Show every line of the data where the word "integers" can be found.

═════ Data records

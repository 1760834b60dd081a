"""Filter taps: published figures, the points the plan promises, and what the anti-alias filter lets pass."""

from __future__ import annotations

from fractions import Fraction

import numpy as np
import pytest
from scipy import signal as ss

from pulsemend.signal import design
from pulsemend.signal.apply_fir import FftFilter, banded, rate_ratio


def decibels(x: float | np.floating) -> float:
    return float(20.0 * np.log10(x))


def test_hamming_figures() -> None:
    """Facts T-2.18; Widmann, Schroeger, Maess (2015), doi:10.1016/j.jneumeth.2014.08.002."""
    taps = design.lowpass(500.0, 40.0, 2.0)
    assert taps.size == 827
    assert design.gain(taps, np.array([40.0]), 500.0)[0] == pytest.approx(0.5, abs=0.001)
    stop = np.abs(design.gain(taps, np.linspace(41.0, 250.0, 4000), 500.0)).max()
    assert decibels(stop) == pytest.approx(-53.0, abs=1.0)
    ripple = np.abs(design.gain(taps, np.linspace(0.0, 39.0, 2000), 500.0) - 1.0).max()
    assert ripple == pytest.approx(0.0022, abs=0.0003)


@pytest.mark.parametrize("cutoff_hz", [0.1, 0.5, 1.0, 3.0])
def test_highpass_promises(cutoff_hz: float) -> None:
    """Design 4.2: -6 dB at the cutoff, transition as wide as the cutoff (0.2 to 2 Hz); nothing at 0 Hz."""
    width = design.highpass_transition_hz(cutoff_hz)
    assert width == min(max(cutoff_hz, 0.2), 2.0)
    taps = design.highpass(1000.0, cutoff_hz, width)
    at = np.array([0.0, cutoff_hz, cutoff_hz + 0.5 * width])
    gain = design.gain(taps, at, 1000.0)
    assert abs(gain[0]) < 1e-12
    assert gain[1] == pytest.approx(0.5, abs=0.005)
    assert gain[2] == pytest.approx(1.0, abs=0.004)


@pytest.mark.parametrize("cutoff_hz", [4.0, 40.0, 100.0, 400.0])
def test_lowpass_promises(cutoff_hz: float) -> None:
    """Design 4.2: -6 dB at the cutoff, transition a quarter of it, at least 2 Hz."""
    width = design.lowpass_transition_hz(cutoff_hz)
    assert width == max(cutoff_hz / 4, 2.0)
    taps = design.lowpass(1000.0, cutoff_hz, width)
    gain = design.gain(taps, np.array([0.0, cutoff_hz - width / 2, cutoff_hz, cutoff_hz + width / 2]), 1000.0)
    assert gain[0] == pytest.approx(1.0, abs=1e-12)
    assert gain[1] == pytest.approx(1.0, abs=0.004)
    assert gain[2] == pytest.approx(0.5, abs=0.005)
    assert abs(gain[3]) < 0.004


def test_butterworth_both_ways_is_why_windows_are_used() -> None:
    """Facts T-2.19: -6.0206 dB at the design cutoff when run both ways; ours states -6 dB."""
    sos = ss.butter(4, 40.0, fs=500.0, output="sos")
    _, h = ss.sosfreqz(sos, worN=[40.0], fs=500.0)
    assert decibels(np.abs(h[0]) ** 2) == pytest.approx(-6.0206, abs=0.001)
    ours = design.gain(design.lowpass(500.0, 40.0, 2.0), np.array([40.0]), 500.0)[0]
    assert decibels(ours) == pytest.approx(-6.0206, abs=0.02)


def test_zero_phase_keeps_the_peak() -> None:
    """Facts T-2.20: a symmetric pulse keeps its peak sample."""
    x = np.zeros((1, 20_000), np.float64)
    x[0] = np.exp(-0.5 * ((np.arange(20_000) - 9000) / 12.0) ** 2)
    bank = design.in_series([design.highpass(1000.0, 1.0, 1.0), design.lowpass(1000.0, 100.0, 25.0)])
    run = FftFilter(bank, np.float64)
    y = run.run(np.pad(x, ((0, 0), (run.margin, run.block)))[:, : run.block + 2 * run.margin])
    assert int(np.argmax(y[0])) == 9000
    np.testing.assert_allclose(y[0, 8900:9000], y[0, 9100:9000:-1], atol=1e-12)


@pytest.mark.parametrize(
    ("recorded_hz", "rate_hz", "lowpass_hz"),
    [
        (5000.0, 1000.0, 100.0),
        (5000.0, 1000.0, 400.0),
        (4800.0, 1000.0, 100.0),
        (25_000.0, 1000.0, 250.0),
        (2048.0, 512.0, 40.0),
    ],
)
def test_what_folds_is_eighty_decibels_down(recorded_hz: float, rate_hz: float, lowpass_hz: float) -> None:
    """Own bound: whatever folds into 0 to the low-pass at least 80 dB down, ripple there below 0.1 dB.

    Facts T-2.21 (a tone at 0.9 of the old half rate down more than 40 dB) follows.
    """
    ratio = rate_ratio(recorded_hz, rate_hz)
    assert ratio is not None
    top = lowpass_hz + design.lowpass_transition_hz(lowpass_hz) / 2
    taps = design.antialias(recorded_hz * ratio.numerator, top, rate_hz - top)
    step = banded(taps, ratio, np.float64)
    # Gains of every phase, from the rows of the matrix itself.
    at = np.arange(step.matrix.shape[1]) - step.margin
    for row in range(step.block):
        f_in = np.linspace(0.0, lowpass_hz, 200)
        centre = row * float(1 / ratio)
        passed = np.exp(-2j * np.pi * np.outer(f_in / recorded_hz, at - centre)) @ step.matrix[row]
        assert np.abs(20 * np.log10(np.abs(passed))).max() < 0.1
        assert np.abs(np.angle(passed)).max() < 1e-4
        worst = 0.0
        for k in range(1, int(recorded_hz / 2 / rate_hz) + 2):
            for folded in (k * rate_hz - f_in, k * rate_hz + f_in):
                inside = folded[folded <= recorded_hz / 2]
                if inside.size:
                    h = np.exp(-2j * np.pi * np.outer(inside / recorded_hz, at - centre)) @ step.matrix[row]
                    worst = max(worst, float(np.abs(h).max()))
        assert worst == 0.0 or decibels(worst) < -80.0


def test_notch_removes_the_line_and_keeps_the_rest() -> None:
    lines = design.harmonics(50.0, 112.5, 1000.0)
    assert lines == [50.0, 100.0]
    assert design.harmonics(50.0, 500.0, 1000.0)[-1] == 450.0
    assert design.harmonics(0.0, 100.0, 1000.0) == []
    taps = design.notch(1000.0, lines)
    gain = design.gain(taps, np.array([0.0, 10.0, 48.0, 49.0, 50.0, 51.0, 52.0, 75.0, 100.0]), 1000.0)
    np.testing.assert_allclose(gain[[0, 1, 2, 6, 7]], 1.0, atol=0.005)
    np.testing.assert_allclose(gain[[3, 5]], 0.5, atol=0.01)
    np.testing.assert_allclose(gain[[4, 8]], 0.0, atol=0.005)


@pytest.mark.parametrize("part", [-0.5, -0.2, 0.1, 0.4, 0.5])
def test_fractional_delay_reads_between_samples(part: float) -> None:
    """A delay of part of a sample, against the exact one: error below 1e-4 up to 0.42 of the rate."""
    taps = design.fractional_delay(part)
    f = np.linspace(0.0, 0.42, 500)
    h = np.exp(2j * np.pi * np.outer(f, np.arange(-32, 33))) @ taps
    assert np.abs(h - np.exp(2j * np.pi * f * part)).max() < 1e-4


def test_rate_ratio_is_exact_or_none() -> None:
    assert rate_ratio(5000.0, 1000.0) == Fraction(1, 5)
    assert rate_ratio(4800.0, 1000.0) == Fraction(5, 24)
    assert rate_ratio(2048.0, 1000.0) == Fraction(125, 256)
    assert rate_ratio(1000.0, 1000.0) == 1
    assert rate_ratio(5000.0, np.pi * 300) is None


@pytest.mark.parametrize("ratio", [Fraction(1, 5), Fraction(5, 24), Fraction(125, 256)])
def test_banded_product_equals_polyphase(ratio: Fraction) -> None:
    """Against scipy.signal.resample_poly with the same taps."""
    rng = np.random.default_rng(1)
    x = rng.standard_normal((4096, 3))
    recorded = 1000.0 / float(ratio)
    taps = design.antialias(recorded * ratio.numerator, 112.5, 887.5)
    step = banded(taps, ratio, np.float64)
    expected = ss.resample_poly(x, ratio.numerator, ratio.denominator, axis=0, window=taps)  # type: ignore[call-overload]
    blocks = 3
    lo, hi = step.span(1, blocks)
    assert lo >= 0
    y = step.run(np.ascontiguousarray(x[lo:hi]), blocks)
    np.testing.assert_allclose(y, expected[step.block : step.block * (1 + blocks)], atol=2e-4)
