"""What every fill does with known signals, with missing flanks and with the samples it must not read."""

from __future__ import annotations

from typing import Any

import mne
import numpy as np
import pytest
from hypothesis import given, settings
from hypothesis import strategies as st
from numpy.typing import NDArray
from scipy import signal as ss

from pulsemend.signal import fills
from pulsemend.signal.fills import (
    FILL_KINDS,
    SIDES,
    FillConfig,
    Filler,
    default_flank_s,
    flank_samples,
    lags_needed,
)
from pulsemend.signal.gaps import Gap, lay_gaps, window_to_samples

FloatArray = NDArray[np.float64]
Samples = NDArray[Any]

N_CHANNELS = 3
RATE_HZ = 1000.0
GAP = window_to_samples(500, (-0.002, 0.015), RATE_HZ)
# A smooth process with a rhythm, different in each channel.
AUTOCOVARIANCE = np.array(
    [np.exp(-np.arange(150) / tau) * (1 + 0.3 * np.cos(np.arange(150) / 16)) for tau in (30.0, 50.0, 90.0)]
)

kinds = pytest.mark.parametrize("kind", FILL_KINDS)
sides = pytest.mark.parametrize("side", SIDES)


def config(kind: str, side: str = "both", flank: int | None = None) -> FillConfig:
    n_flank = flank or flank_samples(default_flank_s(kind), RATE_HZ)
    return FillConfig(kind, side, n_flank, RATE_HZ, AUTOCOVARIANCE if kind == "covariance" else None)


def filled(x: FloatArray, kind: str, flank: int | None = None) -> FloatArray:
    """One channel with its gap repaired; the samples that were there are hidden from the fill."""
    y = np.repeat(x[:, None], N_CHANNELS, axis=1)
    y[slice(*GAP)] = np.nan
    settings_of_fill = config(kind, flank=flank)
    gap = Gap(*GAP, settings_of_fill.flank, settings_of_fill.flank)
    Filler(settings_of_fill, N_CHANNELS, np.float64).fill(y, 0, gap)
    return y[:, 0]


def noise(seed: int, n_samples: int = 1000, dtype: type = np.float64) -> Samples:
    rng = np.random.default_rng(seed)
    steps = rng.standard_normal((n_samples, N_CHANNELS))
    return np.asarray(ss.lfilter([1.0], [1.0, -0.97], steps, axis=0)).astype(dtype)


def test_line_is_reproduced_by_line() -> None:
    # facts T-1.2
    line = 3.0 + 0.25 * np.arange(1000.0)
    np.testing.assert_allclose(filled(line, "line"), line, rtol=1e-9)
    np.testing.assert_allclose(filled(line, "line", flank=10), line, rtol=1e-9)


def test_cubic_is_reproduced_by_cubic() -> None:
    # facts T-1.2
    t = np.arange(1000) / RATE_HZ
    cubic = 5.0 + 2.0 * t - 30.0 * t**2 + 18.0 * t**3
    np.testing.assert_allclose(filled(cubic, "cubic"), cubic, rtol=0, atol=1e-9 * np.abs(cubic).max())


@kinds
@sides
@pytest.mark.parametrize("dtype", [np.float32, np.float64])
@given(
    value=st.floats(-1.0, 1.0, width=32),
    left=st.integers(0, 60),
    right=st.integers(0, 60),
    size=st.integers(1, 40),
)
@settings(max_examples=20, deadline=None)
def test_constants_come_back_exactly(
    kind: str, side: str, dtype: type, value: float, left: int, right: int, size: int
) -> None:
    # facts T-1.2
    x: Samples = np.full((left + size + right, N_CHANNELS), value, dtype)
    x[left : left + size] = np.nan
    Filler(config(kind, side), N_CHANNELS, dtype).fill(
        x, 100, Gap(100 + left, 100 + left + size, left, right)
    )
    good = (left and side != "after") or (right and side != "before")
    np.testing.assert_array_equal(x[left : left + size], dtype(value) if good else dtype(0))


@pytest.mark.parametrize(
    ("kind", "flank", "error"),
    # facts T-1.3; the monotone figure is that of single samples as knots, so of flanks of two.
    [
        ("line", 1, 0.12596),
        ("cubic", 5, 0.00795),
        ("cubic", 10, 0.01737),
        ("cubic", 20, 0.05732),
        ("cubic", 50, 0.4519),
        ("monotone", 2, 0.03043),
    ],
)
def test_sine_of_10_hz(kind: str, flank: int, error: float) -> None:
    sine = np.sin(2 * np.pi * 10 * (np.arange(1000) - 500) / RATE_HZ + 0.4)
    assert np.abs(filled(sine, kind, flank) - sine).max() == pytest.approx(error, rel=0.02)


def test_long_flanks_make_a_cubic_worse_than_a_line() -> None:
    # facts T-1.3, its lesson
    sine = np.sin(2 * np.pi * 10 * (np.arange(1000) - 500) / RATE_HZ + 0.4)
    errors = [np.abs(filled(sine, kind, flank) - sine).max() for kind, flank in (("cubic", 50), ("line", 1))]
    assert errors[0] > errors[1]


def test_autoregressive_continues_a_rhythm() -> None:
    sine = np.sin(2 * np.pi * 10 * np.arange(1000) / RATE_HZ + 0.4)
    np.testing.assert_allclose(filled(sine, "autoregressive"), sine, rtol=0, atol=1e-3)


def test_line_equals_the_reader_librarys_own() -> None:
    # outside reference: mne.preprocessing.fix_stim_artifact, which keeps the first sample of its window
    x = noise(3, 4000)
    rate_hz, onsets = 5000.0, (1000, 2500)
    raw = mne.io.RawArray(x.T.copy(), mne.create_info(N_CHANNELS, rate_hz, "eeg"), verbose="error")
    events = np.array([[onset, 0, 1] for onset in onsets])
    mne.preprocessing.fix_stim_artifact(raw, events, 1, tmin=-0.0022, tmax=0.0152, mode="linear", picks="eeg")
    spans = [window_to_samples(onset, (-0.002, 0.015), rate_hz) for onset in onsets]
    mended = x.copy()
    filler = Filler(FillConfig("line", "both", 1, rate_hz), N_CHANNELS, np.float64)
    for gap in lay_gaps(spans, 1, 0, len(x)):
        filler.fill(mended, 0, gap)
    assert np.count_nonzero((mended != x).any(axis=1)) == 2 * 86
    np.testing.assert_allclose(mended, raw.get_data().T, rtol=0, atol=1e-12)


def test_repair_before_the_filter_leaves_nothing() -> None:
    # facts T-1.5
    x = np.zeros(10_000)
    x[5000] = 1e-3
    band = ss.butter(4, [1.0, 80.0], "band", fs=RATE_HZ, output="sos")
    ms = np.arange(10_000) - 5000
    smeared = np.abs(ss.sosfiltfilt(band, x))
    assert smeared[(ms < -2) | (ms > 15)].max() == pytest.approx(98.5e-6, abs=0.1e-6)
    assert ms[smeared > 1e-6].max() == 284
    mended = x[:, None].copy()
    gap = Gap(*window_to_samples(5000, (-0.002, 0.015), RATE_HZ), 1, 1)
    Filler(FillConfig("line", "both", 1, RATE_HZ), 1, np.float64).fill(mended, 0, gap)
    assert np.abs(ss.sosfiltfilt(band, mended[:, 0])).max() < 1e-9 * 1e-3


spans_of_samples = st.lists(
    st.tuples(st.integers(0, 390), st.integers(1, 30)).map(lambda span: (span[0], span[0] + span[1])),
    min_size=1,
    max_size=5,
)


@kinds
@sides
@given(spans=spans_of_samples, barriers=spans_of_samples, seed=st.integers(0, 99))
@settings(max_examples=15, deadline=None)
def test_no_replaced_or_bad_sample_is_read_and_no_other_is_touched(
    kind: str, side: str, spans: list[tuple[int, int]], barriers: list[tuple[int, int]], seed: int
) -> None:
    lo, hi = 10, 390
    x = noise(seed, 400)
    x[:lo] = x[hi:] = np.nan
    for start, stop in [*barriers, *spans]:
        x[start:stop] = np.nan
    before = x.copy()
    use = config(kind, side)
    gaps = lay_gaps(spans, use.flank, lo, hi, barriers)
    filler = Filler(use, N_CHANNELS, np.float64)
    untouched = np.ones(400, bool)
    # Backwards and each from the signal as it was: what an earlier repair wrote is not read either.
    for gap in gaps[::-1]:
        piece = before.copy()
        filler.fill(piece, 0, gap)
        assert np.isfinite(piece[gap.start : gap.stop]).all()
        x[gap.start : gap.stop] = piece[gap.start : gap.stop]
        untouched[gap.start : gap.stop] = False
        again = x.copy()
        filler.fill(again, 0, gap)
        np.testing.assert_array_equal(again[gap.start : gap.stop], piece[gap.start : gap.stop])
    np.testing.assert_array_equal(x[untouched], before[untouched])


@kinds
@pytest.mark.parametrize("dtype", [np.float32, np.float64])
@given(cut=st.tuples(st.integers(0, 250), st.integers(0, 250)), extra=st.integers(0, 5))
@settings(max_examples=10, deadline=None)
def test_result_does_not_depend_on_how_the_stream_is_cut(
    kind: str, dtype: type, cut: tuple[int, int], extra: int
) -> None:
    whole = noise(7, 1000, dtype)
    use = config(kind)
    gap = Gap(480, 497, use.flank, use.flank)
    mended = whole.copy()
    Filler(use, N_CHANNELS, dtype).fill(mended, 0, gap)
    first, last = max(0, gap.start - use.flank - cut[0]), min(1000, gap.stop + use.flank + cut[1])
    piece = whole[first:last].copy()
    busy = Filler(use, N_CHANNELS, dtype)
    for before in range(extra):  # a filler that has seen other gaps
        busy.fill(piece.copy(), first, Gap(gap.start, gap.stop - 1 - before, use.flank, use.flank))
    busy.fill(piece, first, gap)
    np.testing.assert_array_equal(piece, mended[first:last])


@kinds
def test_some_columns_are_filled_as_if_they_were_alone(kind: str) -> None:
    x = noise(4)
    use = config(kind)
    gap = Gap(*GAP, use.flank, use.flank)
    alone = x.copy()
    Filler(use, N_CHANNELS, np.float64).fill(alone, 0, gap)
    columns = np.array([2, 0])
    rows = AUTOCOVARIANCE[columns] if kind == "covariance" else None
    some = x.copy()
    of_some = FillConfig(kind, "both", use.flank, RATE_HZ, rows)
    Filler(of_some, N_CHANNELS, np.float64, columns).fill(some, 0, gap)
    np.testing.assert_array_equal(some[:, 1], x[:, 1])
    np.testing.assert_allclose(some[:, columns], alone[:, columns], rtol=0, atol=1e-12)


@kinds
def test_single_precision_stays_near_double(kind: str) -> None:
    # 30 uV of signal on an offset of 1 mV: 1e-3 uV apart at most, besides the rounding of the input itself.
    x = (noise(8) * 10e-6 + 1e-3).astype(np.float32)
    use = config(kind)
    gap = Gap(*GAP, use.flank, use.flank)
    single, double = x.copy(), x.astype(np.float64)
    Filler(use, N_CHANNELS, np.float32).fill(single, 0, gap)
    Filler(use, N_CHANNELS, np.float64).fill(double, 0, gap)
    np.testing.assert_allclose(single, double, rtol=0, atol=1e-9)


@pytest.mark.parametrize(("side", "sample"), [("before", GAP[0] - 1), ("after", GAP[1])])
@pytest.mark.parametrize("kind", ["cubic", "monotone"])
def test_one_sided_polynomials_hold_the_nearest_sample(kind: str, side: str, sample: int) -> None:
    x = noise(5)
    mended = x.copy()
    use = config(kind, side)
    Filler(use, N_CHANNELS, np.float64).fill(mended, 0, Gap(*GAP, use.flank, use.flank))
    np.testing.assert_array_equal(mended[slice(*GAP)], np.broadcast_to(x[sample], (18, N_CHANNELS)))


@pytest.mark.parametrize(("side", "flank"), [("before", slice(488, 498)), ("after", slice(516, 526))])
def test_one_sided_line_is_the_mean_of_its_flank(side: str, flank: slice) -> None:
    x = noise(6)
    mended = x.copy()
    Filler(config("line", side, flank=10), N_CHANNELS, np.float64).fill(mended, 0, Gap(*GAP, 10, 10))
    np.testing.assert_allclose(mended[500], x[flank].mean(axis=0), rtol=0, atol=1e-12)


@pytest.mark.parametrize("kind", ["autoregressive", "covariance"])
def test_one_sided_predictions_do_not_look_across(kind: str) -> None:
    x = noise(9)
    other = x.copy()
    other[GAP[1] :] += 50.0
    use = config(kind, "before")
    for y in (x, other):
        Filler(use, N_CHANNELS, np.float64).fill(y, 0, Gap(*GAP, use.flank, use.flank))
    np.testing.assert_array_equal(x[slice(*GAP)], other[slice(*GAP)])


def test_no_flank_at_all_gives_zeros() -> None:
    for kind in FILL_KINDS:
        x = noise(1)
        Filler(config(kind), N_CHANNELS, np.float64).fill(x, 0, Gap(400, 420, 0, 0))
        assert not x[400:420].any()
        assert x[399].all()


@kinds
def test_flanks_beyond_the_array_are_refused(kind: str) -> None:
    with pytest.raises(ValueError, match="not within"):
        Filler(config(kind), N_CHANNELS, np.float64).fill(noise(1, 100), 1000, Gap(1000, 1010, 1, 5))
    with pytest.raises(ValueError, match="not within"):
        Filler(config(kind), N_CHANNELS, np.float64).fill(noise(1, 100), 1000, Gap(1090, 1100, 5, 1))


def test_impossible_settings_are_refused() -> None:
    with pytest.raises(ValueError, match="kind"):
        FillConfig("spline", "both", 1, RATE_HZ)
    with pytest.raises(ValueError, match="side"):
        FillConfig("line", "left", 1, RATE_HZ)
    with pytest.raises(ValueError, match="flank"):
        FillConfig("line", "both", 0, RATE_HZ)
    with pytest.raises(ValueError, match="autocovariance"):
        FillConfig("covariance", "both", 50, RATE_HZ)
    with pytest.raises(ValueError, match="rows"):
        Filler(config("covariance"), N_CHANNELS + 1, np.float64)


def test_gap_longer_than_the_known_lags_becomes_a_line() -> None:
    x = noise(2)
    mended = x.copy()
    Filler(config("covariance"), N_CHANNELS, np.float64).fill(mended, 0, Gap(400, 600, 50, 50))
    line = x[399] + (x[600] - x[399]) * (np.arange(1, 201) / 201.0)[:, None]
    np.testing.assert_allclose(mended[400:600], line, rtol=0, atol=1e-12)


def test_weights_held_stay_within_their_limit(monkeypatch: pytest.MonkeyPatch) -> None:
    limit = 200_000
    monkeypatch.setattr(fills, "WEIGHT_BYTES", limit)
    n_channels = 40
    rows = np.repeat(AUTOCOVARIANCE[:1], n_channels, axis=0)
    filler = Filler(FillConfig("covariance", "both", 50, RATE_HZ, rows), n_channels, np.float32)
    x = np.repeat(noise(3)[:, :1], n_channels, axis=1).astype(np.float32)
    first = x.copy()
    filler.fill(first, 0, Gap(500, 517, 50, 50))
    assert 0 < filler.held_bytes <= limit
    # One gap alone would need 40 x 17 x 100 x 4 bytes: its knots were thinned.
    assert limit < 40 * 17 * 100 * 4
    for left in range(1, 12):
        filler.fill(x.copy(), 0, Gap(500, 505, left, left))
        assert filler.held_bytes <= limit
    again = x.copy()
    filler.fill(again, 0, Gap(500, 517, 50, 50))
    np.testing.assert_array_equal(again, first)


def test_default_flanks() -> None:
    # design 4.2
    at_5_khz = {kind: flank_samples(default_flank_s(kind), 5000.0) for kind in FILL_KINDS}
    assert at_5_khz == {"line": 1, "cubic": 50, "monotone": 25, "autoregressive": 1000, "covariance": 250}
    with pytest.raises(ValueError, match="kind"):
        default_flank_s("leave")
    assert lags_needed(18, 50) == 118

══════════

* [Exercise response]:
    left=st.integers(0, 60),
    right=st.integers(0, 60),
    size=st.integers(1, 40),
    st.tuples(st.integers(0, 390), st.integers(1, 30)).map(lambda span: (span[0], span[0] + span[1])),
@given(spans=spans_of_samples, barriers=spans_of_samples, seed=st.integers(0, 99))
@given(cut=st.tuples(st.integers(0, 250), st.integers(0, 250)), extra=st.integers(0, 5))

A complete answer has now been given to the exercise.